Task description.
Whenever a line in the data holds the string "Mead", pull that line out.

══ Data provided ══

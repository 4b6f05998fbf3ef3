/* cmd_train.c - isthmus train: skip-gram, PPMI-SVD or combined vectors from a prepared corpus
 * or raw text. */
#include <getopt.h>
#include <stdio.h>
#include <stdlib.h>
#include <string.h>
#include <unistd.h>

#include "cli.h"

static void
help(FILE *out)
{
    fputs("Usage: isthmus train [OPTIONS] -o OUT INPUT...\n"
          "Train word vectors and write them as a native vector file (with provenance: corpus\n"
          "checksums, every option, the seed). Three methods: skip-gram with negative sampling,\n"
          "PPMI of windowed co-occurrence counts reduced by a truncated SVD, or both side by\n"
          "side (each block unit-normalised and centred, see 'isthmus stack').\n"
          "\n"
          "Arguments:\n"
          "  INPUT...                one prepared corpus (from 'isthmus prepare'), or raw UTF-8\n"
          "                          text files, plain or gzip, one sentence or document a line\n"
          "\n"
          "Training options:\n"
          "  -o, --output=OUT        vector file to write (required): .isv native, .txt or\n"
          "                          .gz a text table\n"
          "      --method=M          skip-gram, ppmi, or skip-gram+ppmi (the two blocks side by\n"
          "                          side) [default: skip-gram+ppmi, measured best on both\n"
          "                          real-data checks: docs/defaults.md; under mpirun\n"
          "                          skip-gram, the one method trained across ranks]\n"
          "      --block-weights=A,B weights of the skip-gram and PPMI blocks in skip-gram+ppmi\n"
          "                          [default: 1,1]\n"
          "\n"
          "Skip-gram options:\n"
          "      --dimension=N       vector components [default: 100]\n"
          "      --context=N         largest window radius in words; each position draws its\n"
          "                          radius uniformly from 1..N [default: 10]\n"
          "      --noise-samples=N   noise words per positive pair [default: 5]\n"
          "      --passes=N          passes over the corpus; 'auto' = 16M / tokens, at most\n"
          "                          20, at least 20 below 4M tokens and 80M / tokens above\n"
          "                          (never under 5) [default: auto]\n"
          "      --rate=X            start learning rate, decays linearly to --rate-floor\n"
          "                          times itself [default: 0.025]\n"
          "      --rate-floor=F      the learning rate never falls below F times the start\n"
          "                          rate [default: 1e-4]\n"
          "      --subsample=T       frequent-word threshold t: a word of frequency f is kept\n"
          "                          with probability min(1, sqrt(t/f)); 0 = off [default: 1e-4]\n"
          CLI_HELP_THREADS
          "      --thread-vectors=HOW  copies (each thread trains a copy of its own; the\n"
          "                          copies are combined --exchanges times a pass, in thread\n"
          "                          order, so reruns with the same seed and thread count\n"
          "                          are bit-identical), shared (all threads update one copy\n"
          "                          without locks; reruns differ) or auto (copies while they\n"
          "                          fit in 1 GiB, else shared); used from 2 threads on\n"
          "                          [default: auto]\n"
          "      --seed=N            random seed [default: 1]\n"
          "      --exchanges=N       times per pass the threads' copies are combined, and\n"
          "                          under mpirun the ranks' vectors, 1..1000\n"
          "                          (docs/cluster.md) [default: 4]\n"
          "      --merge=HOW         how they are combined: changes (add up every copy's\n"
          "                          changes since the last exchange) or mean (average the\n"
          "                          vectors) [default: changes]\n"
          "      --kernel=K          fast (shared noise words per window, vector kernels) or\n"
          "                          reference (plain per-pair loop) [default: fast]\n"
          "      --keep-context=FILE also write the output (context) vectors to FILE\n"
          "                          (skip-gram only)\n"
          "\n",
          out);
    fputs("PPMI options:\n"
          "      --ppmi-dimension=N  components kept by the truncated SVD; past the vocabulary\n"
          "                          size they are zero, the width stays N [default: 300]\n"
          "      --ppmi-context=N    words counted on each side [default: 10]\n"
          "      --ppmi-weighting=W  linear (weight (N-d+1)/N at distance d) or flat\n"
          "                          [default: linear]\n"
          "      --smoothing=A       context counts raised to A in the PMI [default: 0.75]\n"
          "      --ppmi-shift=S      log S subtracted from every PMI, S >= 1 [default: 1]\n"
          "      --singular-power=P  rows are U S^P [default: 0.5]\n"
          "      --power-iterations=Q  power iterations of the randomized SVD [default: 4]\n"
          "      --oversample=N      extra columns of its random test matrix [default: 20]\n"
          "      --pair-buffer=MIB   memory for gathering co-occurrence pairs [default: 256]\n"
          "      (--threads and --seed apply to both methods; PPMI reruns are bit-identical for\n"
          "      any thread count)\n"
          "      --text-copy=FILE    also write the vectors as a text table (gzip if FILE ends\n"
          "                          in .gz)\n"
          "\n"
          "Raw-text options (only when INPUT is raw text; see 'isthmus prepare --help'):\n"
          "      --min-freq=N        keep words seen at least N times [default: 5]\n"
          "      --vocab-limit=N     keep at most the N most frequent words [default: 0 = all]\n"
          "      --max-line-bytes=N  longest line accepted, in bytes [default: 1048576]\n"
          "      --no-nfkc, --no-casefold, --strip-marks, --mask-digits, --strict-utf8,\n"
          "      --dedup-lines       as for 'isthmus prepare'\n"
          "      --numbers=POLICY    number-shaped words: keep, mask or drop, as for 'isthmus\n"
          "                          prepare' [default: keep]\n"
          "      (--threads also sets the threads that prepare raw text; the prepared text is\n"
          "      the same for any count)\n"
          "  -h, --help              show this help and exit\n"
          "\n"
          "Progress is shown on a terminal: the pass and the number of passes, the share done,\n"
          "the recent loss, the step size (learning rate) now, tokens a second and the time to\n"
          "go (for PPMI the stage, the share done and the time to go). A summary line goes to\n"
          "standard error unless -q. Ctrl-C stops the training and leaves no output file.\n"
          "The environment variable ISTHMUS_SIMD=portable forces the portable kernels.\n"
          "\n"
          "Example:\n"
          "  isthmus train --dimension 50 -o tillwick-en.isv data-samples/tillwick-en.txt.gz\n"
          "  isthmus train --method=skip-gram+ppmi --ppmi-dimension 100 -o tillwick-en.isv \\\n"
          "      data-samples/tillwick-en.txt.gz\n",
          out);
}
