def tide_fit_figure(observed_m: pd.Series, predicted_m: pd.Series, *, start=None, days: float = 14.0,
                    datum: str = "unspecified", segment_days: float = 32.0, title: str | None = None):
    """Observed level against the predicted tide over a sample fortnight, and the spectra.

    Parameters
    ----------
    observed_m, predicted_m : pandas.Series
        Observed level and predicted tide on tz-aware UTC indexes (the prediction at the observed times). [m]
    start : timestamp, optional
        Start of the window shown; default: the window centred on the highest observed level.
    days : float
        Window length (default 14, a spring-neap cycle). [days]
    datum : str
        Datum name for the axis label.
    segment_days : float
        Segment length of Welch's spectrum estimate [3]_ (gaps are filled linearly first). [days]

    Returns
    -------
    matplotlib.figure.Figure
        Two axes: observed, predicted and residual in the window; power spectral density of the observed
        level and of the residual (log scale) against frequency in cycles per day with the tidal bands
        (diurnal D1 to sixth-diurnal D6) shaded.
    """
    observed_m = _as_series(observed_m, "observed_m").sort_index()
    predicted_m = _as_series(predicted_m, "predicted_m").sort_index()
    observed_m = observed_m[~observed_m.index.duplicated()]
    predicted_m = predicted_m[~predicted_m.index.duplicated()]
    residual = (observed_m - predicted_m.reindex(observed_m.index)).dropna()
    window = pd.Timedelta(days=days)
    if start is None:
        peak = observed_m.idxmax()
        start = max(observed_m.index[0], min(peak - window / 2, observed_m.index[-1] - window))
    start = pd.Timestamp(start)
    if start.tzinfo is None:
        raise DataError("tide_fit_figure: start must be timezone-aware UTC; got a naive time")
    stop = start + window
    fig = new_figure(7.0, 6.2)
    ax_time, ax_freq = fig.subplots(2, 1)
    part = observed_m[start:stop]
    ax_time.plot(_utc_naive(part.index), part.to_numpy(), color="0.2", lw=0.9, label="observed")
    tide = predicted_m[start:stop]
    ax_time.plot(_utc_naive(tide.index), tide.to_numpy(), color=PALETTE[0], lw=0.9, ls="--",
                 label="predicted tide")
    res = residual[start:stop]
    ax_time.plot(_utc_naive(res.index), res.to_numpy(), color=PALETTE[1], lw=0.8, ls="-.", label="residual")
    _time_axis(ax_time)
    ax_time.set_ylabel(level_label(datum, "level"))
    ax_time.set_title(title or f"Tide fit: {days:g} days from {start:%Y-%m-%d %H:%M} UTC", fontsize="medium")
    ax_time.grid(True, alpha=0.3)

    freq, power = _spectrum(observed_m, segment_days=segment_days)
    ax_freq.semilogy(freq, power, color="0.2", lw=0.8, label="observed")
    freq_r, power_r = _spectrum(residual, segment_days=segment_days)
    ax_freq.semilogy(freq_r, power_r, color=PALETTE[1], lw=0.8, ls="-.", label="residual")
    top = min(freq.max(), 8.0)
    for label, centre in TIDAL_BANDS_CPD.items():
        if centre < top:
            ax_freq.axvspan(centre * 0.93, centre * 1.07, color="0.85", zorder=0)
            ax_freq.text(centre, 0.97, label, transform=ax_freq.get_xaxis_transform(), ha="center", va="top",
                         fontsize="small")
    ax_freq.set_xlim(0, top)
    ax_freq.set_xlabel("frequency [cycles per day]")
    ax_freq.set_ylabel("power spectral density [m² day]")
    ax_freq.set_title("Spectra (Welch): the residual should show no tidal bands", fontsize="medium")
    legend_below(ax_freq, ncols=4)
    return fig
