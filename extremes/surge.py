r"""Non-tidal residual, skew surge, tide-surge interaction and mean-sea-level trend.

The functions come in two layers:

* core functions that work on plain series and tables (an observed level series, a predicted tide
  series, a table of predicted high and low waters): :func:`residual_from_prediction`,
  :func:`skew_surges_from_turning_points`, :func:`interaction_tests_from_series`,
  :func:`annual_mean_sea_level`, :func:`msl_trend`, :func:`adjust_to_epoch`;
* thin wrappers that take a fitted :class:`~extremes.tide.harmonic.TideModel` and call the core:
  :func:`non_tidal_residual`, :func:`skew_surges`, :func:`interaction_tests`.

Conventions
-----------
* Levels in metres, times tz-aware UTC (naive times raise :class:`ValueError`).
* Non-tidal residual (NTR) = observed minus predicted tide at every sample; it is polluted by small
  timing and phase errors of the prediction. Skew surge = highest observed level within a tidal cycle minus
  the predicted high water of that cycle, regardless of timing [1]_, [2]_.
* A *decimal year* is the calendar year plus the elapsed fraction of that calendar year, the year being
  365 or 366 days of 86 400 s (UTC, leap seconds ignored). A trend "per year" is therefore per calendar
  year (on average 365.2425 days).

References
----------
.. [1] D. L. Pugh, *Tides, Surges and Mean Sea-Level*. Chichester, U.K.: Wiley, 1987.
.. [2] T. Howard and S. D. P. Williams, "Towards using state-of-the-art climate models to help constrain
   estimates of unprecedented UK storm surges," *Nat. Hazards Earth Syst. Sci.*, vol. 21, pp. 3693-3712,
   2021, doi:10.5194/nhess-21-3693-2021.
.. [3] K. J. Horsburgh and C. Wilson, "Tide-surge interaction and its role in the distribution of surge
   residuals in the North Sea," *J. Geophys. Res.*, vol. 112, C08003, 2007, doi:10.1029/2006JC004033.
.. [4] T. Mawdsley and I. D. Haigh, "Spatial and temporal variability and long-term trends in skew surges
   globally," *Front. Mar. Sci.*, vol. 3, 29, 2016, doi:10.3389/fmars.2016.00029.
.. [5] B. D. Santer et al., "Statistical significance of trends and trend differences in layer-average
   atmospheric temperature time series," *J. Geophys. Res.*, vol. 105, no. D6, pp. 7337-7356, 2000,
   doi:10.1029/1999JD901105.
.. [6] IOC, *Manual on Sea Level Measurement and Interpretation*, IOC Manuals and Guides 14. Paris: UNESCO.
"""
from __future__ import annotations
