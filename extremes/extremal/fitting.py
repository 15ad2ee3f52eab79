"""Maximum-likelihood and L-moment fits of the GEV, Gumbel, GPD, exponential and r-largest models.

Split from :mod:`extremes.extremal.distributions` (which keeps the formulas, log-likelihoods, their
derivatives and the fit objects, and re-exports these fitters): batched fitters on many samples at once
(damped Newton with closed-form derivatives, scipy's Nelder-Mead/BFGS as the rare fallback) and the
one-sample fits with their covariances. References as in :mod:`extremes.extremal.distributions`:

References
----------
.. [1] S. Coles, *An Introduction to Statistical Modeling of Extreme Values*. London, U.K.: Springer, 2001,
       doi: 10.1007/978-1-4471-3675-0.
"""
from __future__ import annotations

import logging
import math
import warnings

import numpy as np

from extremes.errors import DataError, ExtremesWarning, FitError
from extremes.extremal.distributions import (
    EULER_GAMMA,
    SHAPE_EPS,
    GEVFit,
    GPDFit,
    _as_sample,
    _check_method,
    _gev_nll_grad,
    _gev_nll_hess,
    _gev_nll_terms,
    _gpd_nll_grad,
    _gpd_nll_terms,
    _rlargest_nll,
    exponential_loglik,
    gev_loglik,
    gev_quantile,
    gpd_loglik,
    gumbel_loglik,
)
from extremes.extremal.gpd_mle import fit_gpd_many
from extremes.extremal.lmoments import gev_lmoment_parameters, sample_lmoments

logger = logging.getLogger(__name__)

# ----------------------------------------------------------------------------------------------------------
# batched fitters
# ----------------------------------------------------------------------------------------------------------
def _gev_start(x):
    lm = sample_lmoments(x)
    loc, scale, shape = gev_lmoment_parameters(lm[..., 0], lm[..., 1], np.clip(lm[..., 2], -0.9, 0.9))
    shape = np.clip(np.nan_to_num(np.atleast_1d(shape)), -0.45, 0.8)
    loc, scale = np.atleast_1d(loc), np.atleast_1d(scale)
    # make sure the start lies inside the support: widen the scale if needed
    t_min = 1 + shape[:, None] * (x - loc[:, None]) / scale[:, None]
    bad = np.any(t_min <= 0.05, axis=1)
    shape = np.where(bad, 0.0, shape)
    return np.stack([loc, np.log(np.maximum(scale, 1e-12)), shape], axis=1)


def fit_gev_many(samples, *, model="gev"):
    """Maximum-likelihood GEV (or Gumbel) fits of many samples of equal size at once.

    Parameters
    ----------
    samples : array-like, shape (B, n)
        One sample per row. [m]
    model : {"gev", "gumbel"}

    Returns
    -------
    params : numpy.ndarray, shape (B, 3)
        (loc, scale, shape) per row; NaN where the fit failed. [m, m, -]
    loglik : numpy.ndarray, shape (B,)
    """
    x = np.atleast_2d(np.asarray(samples, dtype=float))
    if model == "gumbel":
        lm = sample_lmoments(x)
        s0 = lm[:, 1] / math.log(2)
        theta0 = np.stack([lm[:, 0] - EULER_GAMMA * s0, np.log(s0)], axis=1)

        def fun(th, rows):
            return np.sum(_gev_nll_terms(x[rows], th[:, :1], np.exp(th[:, 1:2]), 0.0), axis=1)

        def grad(th, rows):
            g = _gev_nll_grad(x[rows], th[:, :1], np.exp(th[:, 1:2]), np.zeros((len(th), 1)))
            return np.stack([g[:, 0], g[:, 1] * np.exp(th[:, 1])], axis=1)
    else:
        theta0 = _gev_start(x)

        def fun(th, rows):
            return np.sum(_gev_nll_terms(x[rows], th[:, :1], np.exp(th[:, 1:2]), th[:, 2:3]), axis=1)

        def grad(th, rows):
            g = _gev_nll_grad(x[rows], th[:, :1], np.exp(th[:, 1:2]), th[:, 2:3])
            return np.stack([g[:, 0], g[:, 1] * np.exp(th[:, 1]), g[:, 2]], axis=1)

        def hess(th, rows):
            sig = np.exp(th[:, 1:2])
            xr = x[rows]
            H = _gev_nll_hess(xr, th[:, :1], sig, th[:, 2:3])
            g_sig = _gev_nll_grad(xr, th[:, :1], sig, th[:, 2:3])[:, 1]
            J = np.ones((len(th), 3))
            J[:, 1] = sig[:, 0]
            H = H * J[:, :, None] * J[:, None, :]
            H[:, 1, 1] += g_sig * sig[:, 0]
            return H

    theta, f, conv = _newton(fun, theta0, grad=grad, hess=hess if model == "gev" else None)
    bad = ~conv | ~np.isfinite(f)
    if model == "gev":
        bad |= theta[:, 2] <= -0.999
    for i in np.flatnonzero(bad):  # rare: fall back to scipy's Nelder-Mead + BFGS for that sample
        rows = np.array([i])
        th_i, f_i, ok = _scipy_refit(lambda t, rows=rows: float(fun(np.asarray(t)[None, :], rows)[0]), theta0[i])
        if ok and (model == "gumbel" or th_i[2] > -0.999):
            theta[i], f[i], bad[i] = th_i, f_i, False
    out = np.full((x.shape[0], 3), np.nan)
    out[:, 0] = theta[:, 0]
    out[:, 1] = np.exp(theta[:, 1])
    out[:, 2] = 0.0 if model == "gumbel" else theta[:, 2]
    out[bad] = np.nan
    ll = np.where(bad, np.nan, -f)
    return out, ll


def _newton(fun, theta0, *, grad=None, hess=None, grad_hess=None, max_iter=60):
    """Minimise ``fun(theta, rows)`` independently for every row of ``theta0`` by damped Newton steps.

    ``fun(theta, rows)`` gets parameter rows (k, p) and the indices ``rows`` (k,) of the problems they belong
    to, and returns (k,) values; ``grad(theta, rows)`` returns (k, p) (central differences of ``fun`` if None);
    ``hess(theta, rows)`` (k, p, p), or ``grad_hess`` returning both at once.
    The Hessian is taken by differences of the gradient; a Levenberg shift keeps the step a descent direction
    and a backtracking (Armijo) line search keeps every step inside the support.
    Returns (theta, value, converged).
    """
    theta = np.array(theta0, dtype=float, copy=True)
    B, p = theta.shape
    num = grad is None

    def F(th, rows):
        return fun(th, rows)

    def G(th, rows):
        if num:
            # central differences; every shifted point of every row in one call of ``fun`` (rows are
            # independent problems: the same numbers as one call per shift, without the per-call overhead)
            h = 1e-6 * np.maximum(1.0, np.abs(th))
            shifted = []
            for j in range(p):
                e = np.zeros_like(th)
                e[:, j] = h[:, j]
                shifted += [th + e, th - e]
            values = F(np.concatenate(shifted), np.tile(rows, 2 * p)).reshape(2 * p, th.shape[0])
            g = np.empty_like(th)
            for j in range(p):
                g[:, j] = (values[2 * j] - values[2 * j + 1]) / (2 * h[:, j])
            return g
        return grad(th, rows)

    def hessian_columns(th, g, h, idx):
        """Columns of the Hessian by differences of the gradient (central with a numeric gradient, whose
        shifted points all go in one call)."""
        H = np.empty((th.shape[0], p, p))
        shifts = []
        for j in range(p):
            e = np.zeros_like(th)
            e[:, j] = h[:, j]
            shifts.append(e)
        if num:
            both = G(np.concatenate([th + e for e in shifts] + [th - e for e in shifts]), np.tile(idx, 2 * p))
            up, down = both[:p * th.shape[0]], both[p * th.shape[0]:]
            for j in range(p):
                sl = slice(j * th.shape[0], (j + 1) * th.shape[0])
                H[:, :, j] = (up[sl] - down[sl]) / (2 * h[:, j, None])
        else:
            for j in range(p):
                H[:, :, j] = (G(th + shifts[j], idx) - g) / h[:, j, None]
        return H

    hrel = 1e-4 if num else 1e-6
    f = F(theta, np.arange(B))
    converged = np.zeros(B, bool)
    active = np.isfinite(f)
    for _ in range(max_iter):
        idx = np.flatnonzero(active)
        if idx.size == 0:
            break
        th = theta[idx]
        if grad_hess is not None:
            g, H_given = grad_hess(th, idx)
        else:
            g = G(th, idx)
        bad = ~np.all(np.isfinite(g), axis=1)
        h = hrel * np.maximum(1.0, np.abs(th))
        if hess is None and grad_hess is None:
            H = hessian_columns(th, g, h, idx)
        if grad_hess is not None:
            H = H_given
        elif hess is not None:
            H = hess(th, idx)
        H = 0.5 * (H + np.swapaxes(H, 1, 2))
        H = np.where(np.isfinite(H), H, 0.0)
        scale_g = np.maximum(1.0, np.abs(f[idx]))
        gmax = np.max(np.abs(np.where(np.isfinite(g), g, np.inf)), axis=1)
        done = gmax < 1e-9 * scale_g
        eig = np.linalg.eigvalsh(H)
        shift = np.where(eig[:, 0] > 1e-10 * np.maximum(1.0, np.abs(eig[:, -1])), 0.0,
                         np.abs(eig[:, 0]) + 1e-3 * np.maximum(1.0, np.abs(eig[:, -1])))
        gz = np.where(np.isfinite(g), g, 0.0)
        d = -np.linalg.solve(H + shift[:, None, None] * np.eye(p), gz[..., None])[..., 0]
        slope = np.sum(d * gz, axis=1)
        neg = slope < 0
        d = np.where(neg[:, None], d, -gz / np.maximum(1.0, np.abs(gz).max(axis=1, keepdims=True)))
        slope = np.sum(d * gz, axis=1)
        new_th, new_f, accepted = _line_search(F, th, f[idx], d, slope, idx, ~(done | bad))
        moved = np.max(np.abs(new_th - th), axis=1)
        tiny = moved <= 1e-12 * np.maximum(1.0, np.abs(th).max(axis=1))
        theta[idx] = new_th
        f[idx] = new_f
        finished = done | (accepted & tiny & (gmax < 1e-4 * scale_g)) | \
            (~accepted & ~bad & (gmax < 1e-4 * scale_g))
        converged[idx[finished]] = True
        stop = finished | bad | (~accepted & ~finished)
        active[idx[stop]] = False
    return theta, f, converged


#: step halvings of the line search tried in one call of the objective after the full step fails
_HALVINGS_PER_CALL = 8
#: most step halvings of the line search
_MAX_HALVINGS = 40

═══

Output below.
(damped Newton with closed-form derivatives, scipy's Nelder-Mead/BFGS as the rare fallback) and the
    for i in np.flatnonzero(bad):  # rare: fall back to scipy's Nelder-Mead + BFGS for that sample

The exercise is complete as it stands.